*Exercise details*
Each of the entries below should be written out exactly as it reads.
[[ Input data, beginning ]]
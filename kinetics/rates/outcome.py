"""What chemists ask next: conversion, yield, selectivity, balance of matter, time to a target."""

from collections.abc import Mapping, Sequence
from dataclasses import dataclass

import numpy as np

from kinetics.rates.fitting import NOTHING, Fit, Quantity
from kinetics.rates.question import Question
from kinetics.rates.series import Float64, Series

# How far ahead a forecast looks, in spans of the data.
_HORIZON_SPANS = 300.0
# The worst balance is sought among spectra whose variance is at most so many times the usual.
_AS_CERTAIN = 4.0


@dataclass(frozen=True, slots=True)
class Outcome:
    """How far the reaction has come at the last spectrum.

    Attributes
    ----------
    limiting
        Species conversion refers to.
    basis
        ``"charged"`` (amounts put in) or ``"fitted start"``.
    conversion
        Share of it that has gone, by the fitted curve.
    yields
        Share of it found in each formed species.
    selectivity
        Yield over conversion; nan where conversion is not clearly above zero.
    """

    limiting: str | None
    basis: str
    conversion: Quantity
    yields: Mapping[str, Quantity]
    selectivity: Mapping[str, Quantity]


@dataclass(frozen=True, slots=True)
class Forecast:
    """When a target conversion is reached.

    Attributes
    ----------
    target_conversion
        The target, nan if none was asked for.
    reached
        Whether the conversion at the last spectrum is at or beyond it.
    time_s
        When, in s since the run's start; the interval takes in every law still in play.
    """

    target_conversion: float
    reached: bool
    time_s: Quantity


@dataclass(frozen=True, slots=True)
class Balance:
    """Matter found over matter expected, per spectrum: mean, and the value farthest from 1."""

    mean: float
    worst: float


def outcome(fit: Fit | None, question: Question, unit: str) -> Outcome:
    """Return conversion, yield and selectivity by a fit."""
    name = question.limiting_species
    if fit is None or name is None or name not in fit.model.mechanism.species:
        nothing = dict.fromkeys(question.formed, NOTHING)
        return Outcome(name, "fitted start", NOTHING, nothing, nothing)
    end = float(fit.series.time_s[-1])
    charged = question.charged.get(name, 0.0)
    known = unit == "mol/L" and charged > 0
    start, start_slope = fit.amount_at(name, fit.model.origin_s)
    basis = charged if known else start
    basis_slope = np.zeros_like(start_slope) if known else start_slope
    left, left_slope = fit.amount_at(name, end)
    gone = 1.0 - left / basis
    gone_slope = -left_slope / basis + left * basis_slope / basis**2
    # Against a charge the uncertainty of the reference's concentration counts; against the fitted
    # start it cancels.
    shared = fit.series.systematic if known else 0.0
    conversion = _interval(fit, gone, gone_slope, shared * (1.0 - gone))
    yields, selectivity = {}, {}
    a = float(question.consumed.get(name, 1.0))
    for product, p in question.formed.items():
        if product not in fit.model.observed:
            yields[product] = selectivity[product] = NOTHING
            continue
        made, slope = fit.amount_at(product, end)
        factor = a / p
        found = made * factor / basis
        found_slope = slope * factor / basis - found * basis_slope / basis
        yields[product] = _interval(fit, found, found_slope, shared * found)
        clear = conversion.low > 0.02
        ratio = found / gone if clear else float("nan")
        selectivity[product] = (
            _interval(
                fit,
                ratio,
                found_slope / gone - ratio * gone_slope / gone,
                shared * (ratio + ratio * (1.0 - gone) / gone),
            )
            if clear
            else NOTHING
        )
    return Outcome(name, "charged" if known else "fitted start", conversion, yields, selectivity)


def _interval(fit: Fit, value: float, slope: Float64, systematic_u: float) -> Quantity:
    """Interval from the parameters' covariance and a systematic standard uncertainty."""
    variance = float(slope @ fit.estimate.covariance @ slope)
    half = fit.t_quantile * float(np.sqrt(max(variance, 0.0) + systematic_u**2))
    return Quantity(value, value - half, value + half)


def forecast(
    best: Fit | None, in_play: Sequence[Fit], question: Question, conversion: Quantity, unit: str
) -> Forecast:
    """Forecast when the target conversion is reached.

    Parameters
    ----------
    best
        The fit whose value is given.
    in_play
        The fits whose intervals are united.
    question
        Names target and limiting species.
    conversion
        At the last spectrum.
    unit
        Of the series.
    """
    target, name = question.target_conversion, question.limiting_species
    if target is None:
        return Forecast(float("nan"), False, NOTHING)
    reached = bool(conversion.value >= target)
    if best is None or name is None or name not in best.model.mechanism.species:
        return Forecast(target, reached, NOTHING)
    charged = question.charged.get(name, 0.0)
    times = []
    for fit in in_play:
        origin = fit.model.origin_s
        span = max(float(fit.series.time_s[-1]) - origin, 1.0)
        if unit == "mol/L" and charged > 0:
            times.append(fit.time_to(name, (1 - target) * charged, _HORIZON_SPANS * span))
        else:  # the goal moves with the fitted start
            t = fit.time_to_share(name, 1 - target)
            times.append(Quantity(origin + t.value, origin + t.low, origin + t.high))
    value = times[list(in_play).index(best)] if best in in_play else NOTHING
    lows = [float(t.low) for t in times if np.isfinite(t.low)]
    # A law by which the target is never reached leaves the forecast open above.
    highs = [float(t.high) for t in times]
    high = max(highs, default=float("nan"))
    if not all(np.isfinite(h) for h in highs):
        high = float("nan")
    return Forecast(target, reached, Quantity(value.value, min(lows, default=float("nan")), high))


def balance(series: Series, question: Question) -> Balance | None:
    """Return the balance of matter; None where nothing is formed or it cannot be drawn up.

    Everything is counted as the limiting species. Expected is the charge where it is known, else
    the mean of the first tenth of the spectra. A spectrum counts as much as its noise allows, and
    the worst is sought among those about as certain as the usual one: a doubtful spectrum says
    little about matter.
    """
    name = question.limiting_species
    formed = [p for p in question.formed if p in series.species]
    if name is None or name not in series.species or not formed:
        return None
    a = float(question.consumed.get(name, 1.0))
    share_of = dict.fromkeys(series.species, 0.0)
    share_of[name] = 1.0
    for product in formed:
        share_of[product] = a / question.formed[product]
    if question.intermediate in series.species and question.intermediate not in formed:
        share_of[str(question.intermediate)] = 1.0
    counted = np.array([share_of[species] for species in series.species])
    total = series.values @ counted
    variance = np.einsum("i,nij,j->n", counted, series.covariance, counted)
    charged = question.charged.get(name, 0.0)
    first = max(series.size // 10, min(3, series.size))
    expected = charged if series.unit == "mol/L" and charged > 0 else float(total[:first].mean())
    if not expected > 0:
        return None
    share = total / expected
    usual = float(np.median(variance))
    weight = 1.0 / np.maximum(variance, 1e-6 * usual) if usual > 0 else np.ones_like(variance)
    sound = share[variance <= _AS_CERTAIN * usual]
    return Balance(
        float(np.average(share, weights=weight)), float(sound[np.argmax(np.abs(sound - 1))])
    )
[[ Input data, end ]]
*Exercise output*
filename kinetics/rates/outcome.py
"""What chemists ask next: conversion, yield, selectivity, balance of matter, time to a target."""

from collections.abc import Mapping, Sequence
from dataclasses import dataclass

import numpy as np

from kinetics.rates.fitting import NOTHING, Fit, Quantity
from kinetics.rates.question import Question
from kinetics.rates.series import Float64, Series

# How far ahead a forecast looks, in spans of the data.
_HORIZON_SPANS = 300.0
# The worst balance is sought among spectra whose variance is at most so many times the usual.
_AS_CERTAIN = 4.0


@dataclass(frozen=True, slots=True)
class Outcome:
    """How far the reaction has come at the last spectrum.

    Attributes
    ----------
    limiting
        Species conversion refers to.
    basis
        ``"charged"`` (amounts put in) or ``"fitted start"``.
    conversion
        Share of it that has gone, by the fitted curve.
    yields
        Share of it found in each formed species.
    selectivity
        Yield over conversion; nan where conversion is not clearly above zero.
    """

    limiting: str | None
    basis: str
    conversion: Quantity
    yields: Mapping[str, Quantity]
    selectivity: Mapping[str, Quantity]


@dataclass(frozen=True, slots=True)
class Forecast:
    """When a target conversion is reached.

    Attributes
    ----------
    target_conversion
        The target, nan if none was asked for.
    reached
        Whether the conversion at the last spectrum is at or beyond it.
    time_s
        When, in s since the run's start; the interval takes in every law still in play.
    """

    target_conversion: float
    reached: bool
    time_s: Quantity


@dataclass(frozen=True, slots=True)
class Balance:
    """Matter found over matter expected, per spectrum: mean, and the value farthest from 1."""

    mean: float
    worst: float


def outcome(fit: Fit | None, question: Question, unit: str) -> Outcome:
    """Return conversion, yield and selectivity by a fit."""
    name = question.limiting_species
    if fit is None or name is None or name not in fit.model.mechanism.species:
        nothing = dict.fromkeys(question.formed, NOTHING)
        return Outcome(name, "fitted start", NOTHING, nothing, nothing)
    end = float(fit.series.time_s[-1])
    charged = question.charged.get(name, 0.0)
    known = unit == "mol/L" and charged > 0
    start, start_slope = fit.amount_at(name, fit.model.origin_s)
    basis = charged if known else start
    basis_slope = np.zeros_like(start_slope) if known else start_slope
    left, left_slope = fit.amount_at(name, end)
    gone = 1.0 - left / basis
    gone_slope = -left_slope / basis + left * basis_slope / basis**2
    # Against a charge the uncertainty of the reference's concentration counts; against the fitted
    # start it cancels.
    shared = fit.series.systematic if known else 0.0
    conversion = _interval(fit, gone, gone_slope, shared * (1.0 - gone))
    yields, selectivity = {}, {}
    a = float(question.consumed.get(name, 1.0))
    for product, p in question.formed.items():
        if product not in fit.model.observed:
            yields[product] = selectivity[product] = NOTHING
            continue
        made, slope = fit.amount_at(product, end)
        factor = a / p
        found = made * factor / basis
        found_slope = slope * factor / basis - found * basis_slope / basis
        yields[product] = _interval(fit, found, found_slope, shared * found)
        clear = conversion.low > 0.02
        ratio = found / gone if clear else float("nan")
        selectivity[product] = (
            _interval(
                fit,
                ratio,
                found_slope / gone - ratio * gone_slope / gone,
                shared * (ratio + ratio * (1.0 - gone) / gone),
            )
            if clear
            else NOTHING
        )
    return Outcome(name, "charged" if known else "fitted start", conversion, yields, selectivity)


def _interval(fit: Fit, value: float, slope: Float64, systematic_u: float) -> Quantity:
    """Interval from the parameters' covariance and a systematic standard uncertainty."""
    variance = float(slope @ fit.estimate.covariance @ slope)
    half = fit.t_quantile * float(np.sqrt(max(variance, 0.0) + systematic_u**2))
    return Quantity(value, value - half, value + half)


def forecast(
    best: Fit | None, in_play: Sequence[Fit], question: Question, conversion: Quantity, unit: str
) -> Forecast:
    """Forecast when the target conversion is reached.

    Parameters
    ----------
    best
        The fit whose value is given.
    in_play
        The fits whose intervals are united.
    question
        Names target and limiting species.
    conversion
        At the last spectrum.
    unit
        Of the series.
    """
    target, name = question.target_conversion, question.limiting_species
    if target is None:
        return Forecast(float("nan"), False, NOTHING)
    reached = bool(conversion.value >= target)
    if best is None or name is None or name not in best.model.mechanism.species:
        return Forecast(target, reached, NOTHING)
    charged = question.charged.get(name, 0.0)
    times = []
    for fit in in_play:
        origin = fit.model.origin_s
        span = max(float(fit.series.time_s[-1]) - origin, 1.0)
        if unit == "mol/L" and charged > 0:
            times.append(fit.time_to(name, (1 - target) * charged, _HORIZON_SPANS * span))
        else:  # the goal moves with the fitted start
            t = fit.time_to_share(name, 1 - target)
            times.append(Quantity(origin + t.value, origin + t.low, origin + t.high))
    value = times[list(in_play).index(best)] if best in in_play else NOTHING
    lows = [float(t.low) for t in times if np.isfinite(t.low)]
    # A law by which the target is never reached leaves the forecast open above.
    highs = [float(t.high) for t in times]
    high = max(highs, default=float("nan"))
    if not all(np.isfinite(h) for h in highs):
        high = float("nan")
    return Forecast(target, reached, Quantity(value.value, min(lows, default=float("nan")), high))


def balance(series: Series, question: Question) -> Balance | None:
    """Return the balance of matter; None where nothing is formed or it cannot be drawn up.

    Everything is counted as the limiting species. Expected is the charge where it is known, else
    the mean of the first tenth of the spectra. A spectrum counts as much as its noise allows, and
    the worst is sought among those about as certain as the usual one: a doubtful spectrum says
    little about matter.
    """
    name = question.limiting_species
    formed = [p for p in question.formed if p in series.species]
    if name is None or name not in series.species or not formed:
        return None
    a = float(question.consumed.get(name, 1.0))
    share_of = dict.fromkeys(series.species, 0.0)
    share_of[name] = 1.0
    for product in formed:
        share_of[product] = a / question.formed[product]
    if question.intermediate in series.species and question.intermediate not in formed:
        share_of[str(question.intermediate)] = 1.0
    counted = np.array([share_of[species] for species in series.species])
    total = series.values @ counted
    variance = np.einsum("i,nij,j->n", counted, series.covariance, counted)
    charged = question.charged.get(name, 0.0)
    first = max(series.size // 10, min(3, series.size))
    expected = charged if series.unit == "mol/L" and charged > 0 else float(total[:first].mean())
    if not expected > 0:
        return None
    share = total / expected
    usual = float(np.median(variance))
    weight = 1.0 / np.maximum(variance, 1e-6 * usual) if usual > 0 else np.ones_like(variance)
    sound = share[variance <= _AS_CERTAIN * usual]
    return Balance(
        float(np.average(share, weights=weight)), float(sound[np.argmax(np.abs(sound - 1))])
    )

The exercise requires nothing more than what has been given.